Our normal business meeting on the third Tuesday in May will give members a chance to vote on the resolutions to be taken to the National Federation of Women’s Institutes’ annual meeting in Brighton in June.
We need to consider two resolutions, “Avoiding food waste” and “Appropriate care in hospitals for People with dementia”.
This will be followed by a talk on the history of Reading Abbey.
Meetings take place at Goring Heath parish hall, opposite St John’s Church on the B471, on the third Tuesday of the month, starting at 10am.
We have a wide variety of activities and guests are welcome. For more information, please call 0118 984 1696.
OUR president Val Mundy welcomed 19 members to the meeting at Rotherfield Greys village hall on April 20, a dazzling spring day.
Apologies were received from Jenny Smith and Verina Clerk.
A birthday posy was given to Margaret Bowles, who has been a member of the WI in Oxfordshire for 60 years.
Val had attended the Oxfordshire Federation’s annual meeting at Oxford town hall in March.
Here, in the truly spectacular main hall, which always reminds me of an upside down wedding cake, representatives from every branch of the WI in Oxfordshire meet every year.
It’s a great opportunity to meet old friends and make new ones and reminds all delegates, often from small branches such as Greys, that we belong to a large, powerful national organisation.
Sometimes we forget this but the rousing singing of Jerusalem, which opens the meeting, always reminds us once again.
Unfortunately, the first speaker had to cancel at the last minute and was replaced by a talk on sourdough, which, although fascinating to fans of sourdough, was not what the delegates expected.
However, things looked up when the next speaker, national federation chairman Janice Langley, gave an interesting speech about our centenary year.
In the afternoon Richard Smith, a writer, talked about Oxford history and landmarks.

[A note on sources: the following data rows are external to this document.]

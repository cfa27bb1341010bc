import { fieldsOf, importFields } from '@shared/imports/import-fields';
import { importLimits } from '@shared/imports/import-limits';
import * as contract from '@shared/imports/imports-contract';
import { type ExportColumn, figure, text } from '../exports/export-column';
import { exportTable } from '../exports/export-table';
import { oneBatch, pageBatches } from '../exports/read-batches';
import type { Routes } from '../http/routes';
import { cancelLongJob } from '../long-jobs/cancel-long-job';
import { receiveFile } from '../uploads/receive-file';
import { checkImport } from './check-import';
import { type ImportProblem, importById, pageOfImports, pageOfProblems } from './import-queries';
import { startImport } from './start-import';
import { uploadImport } from './upload-import';

const problemColumns: readonly ExportColumn<ImportProblem>[] = [
  figure({ en: 'Row', es: 'Fila' }, (it) => it.row),
  text({ en: 'Column', es: 'Columna' }, (it) => it.column),
  text({ en: 'Heading', es: 'Encabezado' }, (it) => it.heading),
  text({ en: 'Value', es: 'Valor' }, (it) => it.value),
  text({ en: 'Problem', es: 'Problema' }, (it) => it.message),
];

const spanish = {
  chains: 'cadenas',
  regions: 'regiones',
  stores: 'locales',
  units: 'equipos',
  components: 'piezas',
} as const;

export function importRoutes(routes: Routes): void {
  routes.on(contract.listImports, ({ tenant, actor, query }) =>
    pageOfImports(tenant, actor, query),
  );

  routes.download(contract.downloadTemplate, async ({ actor, query: { kind, format }, now }) =>
    exportTable(actor, {
      name: { en: kind, es: spanish[kind] },
      format,
      columns: fieldsOf[kind].map((field) => text<never>(importFields[field], () => '')),
      batches: oneBatch([]),
      now: now(),
    }),
  );

  routes.upload(
    contract.uploadImport,
    (req) => receiveFile(req, importLimits.fileBytes),
    async ({ tenant, actor, query, received, ...services }) => {
      await uploadImport(tenant, actor, services, query, received);
      return importById(tenant, actor, query.id);
    },
  );

  routes.on(contract.readImport, ({ tenant, actor, params }) =>
    importById(tenant, actor, params.id),
  );

  routes.on(contract.checkImport, async ({ tenant, actor, params, body }) => {
    await checkImport(tenant, actor, { ...body, ...params });
    return importById(tenant, actor, params.id);
  });

  routes.on(contract.listImportProblems, async ({ tenant, actor, params, query }) => {
    const view = await importById(tenant, actor, params.id);
    return pageOfProblems(tenant, actor, view, query);
  });

  routes.download(
    contract.exportImportProblems,
    async ({ tenant, actor, params, query: { format }, now }) => {
      const view = await importById(tenant, actor, params.id);
      return exportTable(actor, {
        name: { en: 'problems', es: 'problemas' },
        format,
        columns: problemColumns,
        batches: pageBatches((page, pageSize) =>
          pageOfProblems(tenant, actor, view, { page, pageSize }),
        ),
        now: now(),
      });
    },
  );

  routes.on(contract.startImport, async ({ tenant, actor, params, body }) => {
    await startImport(tenant, actor, { ...body, ...params });
    return importById(tenant, actor, params.id);
  });

  routes.on(contract.cancelImport, async ({ tenant, actor, params }) => {
    await importById(tenant, actor, params.id);
    const job = await tenant.row<{ id: string }>(
      'SELECT job_id AS id FROM imports WHERE id = $1 AND job_id IS NOT NULL',
      [params.id],
    );
    if (job) await cancelLongJob(tenant, actor, job.id);
    return importById(tenant, actor, params.id);
  });
}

Val ended by saying how much she had enjoyed the day and appealed for more Greys members to attend next year.
She then welcomed our own speaker, Rachel Moffett, of Ladybird First Aid, who had come to demonstrate basic life support.
She had brought with her some mannequins so that we could practise. Rachel is an expert who fizzes with enthusiasm about her subject. With the aid of her trusty mannequin, “Mabel”, she took us through the basic but literally lifesaving steps of CPR.
We learnt that the first thing to do if we are faced with someone who has apparently lost consciousness is to try to raise a response by saying “hello” while checking for breathing, acting quickly because we have only three minutes before lack of oxygen damages the brain.
Then phone 999. The operator will immediately send an emergency ambulance, tell you where the nearest defibrillator is and the PIN number to unlock it and if necessary, will talk you through what to do.
The casualty must be moved from a soft bed or chair on to the hard ground.
We were shown how to perform chest compressions to compress and release the heart, forcing it to pump vital oxygen through the body, and also to breathe into the mouth to increase blood oxygen.
We learnt how to use a defibrillator, which told us what to do in an American accent (“press the green button and stand back”), so proved easier than we had expected.
Rachel is wonderful at explaining things clearly, so that we all felt that, if faced with such a terrible situation, we had an internal mind map to follow instead of panicking.
Whether we could manage 100 to 120 chest compressions per minute as advised is perhaps up for discussion but at the very least we can all tell other people what to do when we flag. We’re good at that.
Thank you, Rachel, for a fascinating afternoon.
Our next meeting will be at Rotherfield Greys village hall on May 18 at 2.30pm, when we will vote for our chosen resolution for the national federation’s annual meeting. Robin Popham will tell us all about the Henley Handybus. All visitors will be welcome.